Learning Spellings of Homophones(6 Posts)
My year 3 son is struggling with his spellings this week and I am struggling to help him.
He has a list of 5 homophones.
The ones that are more common he is getting the hang of quicker, such as write/right and new/knew
But he is struggling with the less commonly used ones.
It is adding to confusion because not only is he having to remember the spellings of tricky words that don't conform to the phonetic way they have been taught to read, he is then having to remember two ways of spelling a word that sounds the same to him.
I have tried discussing the meanings with him, looking for the differences in the spelling of the words, the look/cover/write/check method and had him copying them over and over but the trickier words are not sticking.
Does anyone have any advice on how to help him? I am planning on discussing it with his teacher when I get the chance.
I am wondering whether it maybe isn't the best method to teach them together
I think we had that list last week! Is he using each word in a sentence, so he is learning the context as well? We started by doing one after the other, so it didn't matter which answer was given first, just to check that both were known, but then I went on to say a sentence including the word, so it required picking the correct version before spelling it out.
I couldn't think of any other way to do it! <not a teacher!>
Easy - we tried that too. That's what I meant by discussing the meanings. We talked about the different meanings and then put them into a sentence.
Looking again at the list it looks like it might be the ones that are spelt similarly that are catching him out.
Euphemia - he is struggling with piece/peace and break/brake and accept/except.
He remembers piece but then goes blank on how he should spell peace even though we've been looking at the spellings since Friday now. He has the hang of brake but then goes blank on break. With accept/except he wants to put an S in them.
He is very good at his spellings normally and is in the top group for his class. They have been having 4 homophones and 4 topic related spellings and he has had hardly any problems with the 4 topic related questions. It has just been the homophones which have really been confusing him.
A few ideas below. DD's schools have always used these more creative methods and they've really helped her. As a teacher I use them too, and the children enjoy the variety, while not realising that they are engaging more of their brainpower and learning more effectively!
Obviously you won't try all of them at once, but maybe one at a time and see which work best.
Shaving Cream Practice:
An easy way to clean those dirty tables is to finger paint on them with shaving cream. Squirt some on the table (with your parents permission and supervision!) and then practice spelling your words by writing them with your finger in the shaving cream.
Salt Box Spelling:
Ask your parents pour salt into a shallow box or tray (about 3cm deep) and then practice writing you spellings in it with your finger.
Find the letters you need to spell you words and then mix them up in the bag. Get your parents to time you unscrambling your letters. For extra maths practice you could find out the value of each of you words.
Sort your words into a list from easiest to hardest.

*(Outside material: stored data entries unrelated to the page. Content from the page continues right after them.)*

function heuristic(problem: Readonly<LouverProblem>, s: RoomState, ev: SeatEvaluator): void {
  const n = s.seatIdx.length;
  const pmvScratch = new Float64Array(n);
  const violationScratch = new Float64Array(n);
  const bestPmv = new Float64Array(n);
  const bestViolation = new Float64Array(n);
  let pairWork = 0;
  for (let a = 0; a < s.panelIdx.length; a++) {
    for (let b = a + 1; b < s.panelIdx.length; b++) {
      pairWork += problem.panels[s.panelIdx[a]!]!.anglesDeg.length * problem.panels[s.panelIdx[b]!]!.anglesDeg.length;
    }
  }
  const pairsAllowed = pairWork <= PAIR_MOVE_LIMIT;
  const outputOf = (j: number, c: number) => problem.panels[j]!.outputW[c]!;
  const apply = (moves: ReadonlyArray<readonly [number, number]>) => {
    for (const [j, c] of moves) s.choice[j] = c;
    s.pmv.set(bestPmv);
    s.violation.set(bestViolation);
  };

  for (const j of s.panelIdx) s.choice[j] = lowestOutput(problem.panels[j]!);
  evaluateAll(problem, s, ev);

  // Greedy: largest violation drop per watt added.
  for (let guard = 0; guard < 10_000; guard++) {
    const v = sum(s.violation);
    if (v <= VIOLATION_EPS) break;
    let found = false;
    for (const withPairs of pairsAllowed ? [false, true] : [false]) {
      let bestScore = -Infinity;
      let bestDrop = 0;
      let bestMoves: (readonly [number, number])[] | null = null;
      for (const moves of moveSets(problem, s, withPairs)) {
        if (withPairs && moves.length === 1) continue;
        const v2 = trial(problem, s, ev, moves, pmvScratch, violationScratch);
        const drop = v - v2;
        if (drop <= VIOLATION_EPS) continue;
        let dO = 0;
        for (const [j, c] of moves) dO += outputOf(j, c) - outputOf(j, s.choice[j]!);
        const score = dO <= OUTPUT_EPS_W ? Infinity : drop / dO;
        if (score > bestScore || (score === bestScore && drop > bestDrop + VIOLATION_EPS)) {
          bestScore = score;
          bestDrop = drop;
          bestMoves = moves;
          bestPmv.set(pmvScratch);
          bestViolation.set(violationScratch);
        }
      }
      if (bestMoves) {
        apply(bestMoves);
        found = true;
        break;
      }
    }
    if (!found) break;
  }

  // Descent: lower the output without raising the violation, to a fixed point.
  for (let guard = 0; guard < 100_000; guard++) {
    const v = sum(s.violation);
    let moved = false;
    for (const j of s.panelIdx) {
      const panel = problem.panels[j]!;
      const order = panel.outputW.map((o, c) => ({ o, c })).sort((a, b) => a.o - b.o || a.c - b.c);
      for (const { o, c } of order) {
        if (o >= outputOf(j, s.choice[j]!) - OUTPUT_EPS_W) break;
        const v2 = trial(problem, s, ev, [[j, c]], pmvScratch, violationScratch);
        if (v2 <= v + VIOLATION_EPS && (v > VIOLATION_EPS || v2 <= VIOLATION_EPS)) {
          bestPmv.set(pmvScratch);
          bestViolation.set(violationScratch);
          apply([[j, c]]);
          moved = true;
          break;
        }
      }
    }
    if (moved) continue;
    if (!pairsAllowed) break;
    let bestSaving = OUTPUT_EPS_W;
    let bestMoves: (readonly [number, number])[] | null = null;
    for (const moves of moveSets(problem, s, true)) {
      if (moves.length === 1) continue;
      let dO = 0;
      for (const [j, c] of moves) dO += outputOf(j, c) - outputOf(j, s.choice[j]!);
      if (-dO <= bestSaving) continue;
      const v2 = trial(problem, s, ev, moves, pmvScratch, violationScratch);
      if (v2 <= v + VIOLATION_EPS && (v > VIOLATION_EPS || v2 <= VIOLATION_EPS)) {
        bestSaving = -dO;
        bestMoves = moves;
        bestPmv.set(pmvScratch);
        bestViolation.set(violationScratch);
      }
    }
    if (!bestMoves) break;
    apply(bestMoves);
  }
}

function evaluateAll(problem: Readonly<LouverProblem>, s: RoomState, ev: SeatEvaluator): void {
  s.seatIdx.forEach((si, k) => {
    const seat = problem.seats[si]!;
    s.pmv[k] = ev.pmvAt(seat, s.choice);
    s.violation[k] = pmvViolation(s.pmv[k]!, seat.constraints);
  });
}

function fmt(x: number): string {
  return (x >= 0 ? "+" : "−") + Math.abs(x).toFixed(2);
}

/** Why a seat is outside its target after the search. */
function unreachableReason(problem: Readonly<LouverProblem>, seat: Readonly<ProblemSeat>, method: RoomSearch["method"], ev: SeatEvaluator): UnreachableSeat {
  if (seat.links.length === 0) {
    return { seatId: seat.id, code: "no_louvered_panel", reason: "No louvered panel that runs in this scenario is in its room (or visible from the seat); the louvers cannot change its comfort." };
  }
  let lo = -Infinity;
  let hi = Infinity;
  for (const c of seat.constraints) {
    lo = Math.max(lo, c.lo);
    hi = Math.min(hi, c.hi);
  }
  if (lo > hi || (lo === hi && seat.constraints.some((c) => c.strict))) {
    return { seatId: seat.id, code: "targets_conflict", reason: `Its zones' targets do not overlap (they need PMV ≥ ${fmt(lo)} and ≤ ${fmt(hi)} at once).` };
  }
  // The seat's PMV rises with each linked panel's effective T⁴, so the extremes pick each panel's extreme candidate.
  const pick = (k: number, warm: boolean) => {
    const t4 = seat.links[k]!.t4;
    return warm ? Math.max(...t4) : Math.min(...t4);
  };
  const warmest = ev.pmvWith(seat, (k) => pick(k, true));
  const coolest = ev.pmvWith(seat, (k) => pick(k, false));
  const modes = new Set(seat.links.map((l) => problem.panels[l.panel]!.mode));
  if (warmest < lo || (warmest <= lo && seat.constraints.some((c) => c.strict && c.lo === lo))) {
    return modes.has("heating")
      ? { seatId: seat.id, code: "needs_more_output", reason: `Needs more output than the panels give fully open: PMV reaches at most ${fmt(warmest)}, the target needs ${fmt(lo)} or more.` }
      : { seatId: seat.id, code: "too_cool_at_lowest_output", reason: `Too cool even with every louvered cooling panel at its lowest output: PMV reaches at most ${fmt(warmest)}, the target needs ${fmt(lo)} or more.` };
  }
  if (coolest > hi || (coolest >= hi && seat.constraints.some((c) => c.strict && c.hi === hi))) {
    return modes.has("cooling")
      ? { seatId: seat.id, code: "needs_more_cooling", reason: `Needs more cooling than the panels give fully open: PMV is at least ${fmt(coolest)}, the target needs ${fmt(hi)} or less.` }
      : { seatId: seat.id, code: "too_warm_at_lowest_output", reason: `Too warm even with every louvered panel at the lowest setting its range allows: PMV is at least ${fmt(coolest)}, the target needs ${fmt(hi)} or less.` };
  }
  return {
    seatId: seat.id,
    code: "conflicts_with_other_seats",
    reason:
      method === "exhaustive"
        ? "It can be brought inside on its own, but no louver setting keeps it inside together with the other seats of its room."
        : "It can be brought inside on its own, but the search (heuristic for this room's many setting combinations) found no setting that keeps it inside together with the other seats of its room.",
  };
}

Write the easiest word at the top of the page near the middle. Write the next easiest word twice underneath. Write the third word three times underneath again until you have built your pyramid
Cut the letters needed to for your words from a newspaper or magazine and glue them down to spell the words.
Spell It With Beans:
Use Lima beans (or any dried beans or lentils) to spell out your words. If you glue them onto separate pieces of card then you made a great set of flash cards to practice with for the rest of the week.
Pipe Cleaners Or Tooth Picks:
These are just a couple of suggestions of things you could use to for your spelling words.
Just like above but this time try and find tasty things to spell your words with, like raisins. Then when you spell them right you get to eat them!
Design A Word:
Pick one word and write it in bubble letters. Colour in each letter in a different pattern.
Thanks Euphemia. I am a teaching assistant myself but for Infants so haven't dealt with Junior spellings yet, so a lot of the above are familiar to me already. Some look good for my son.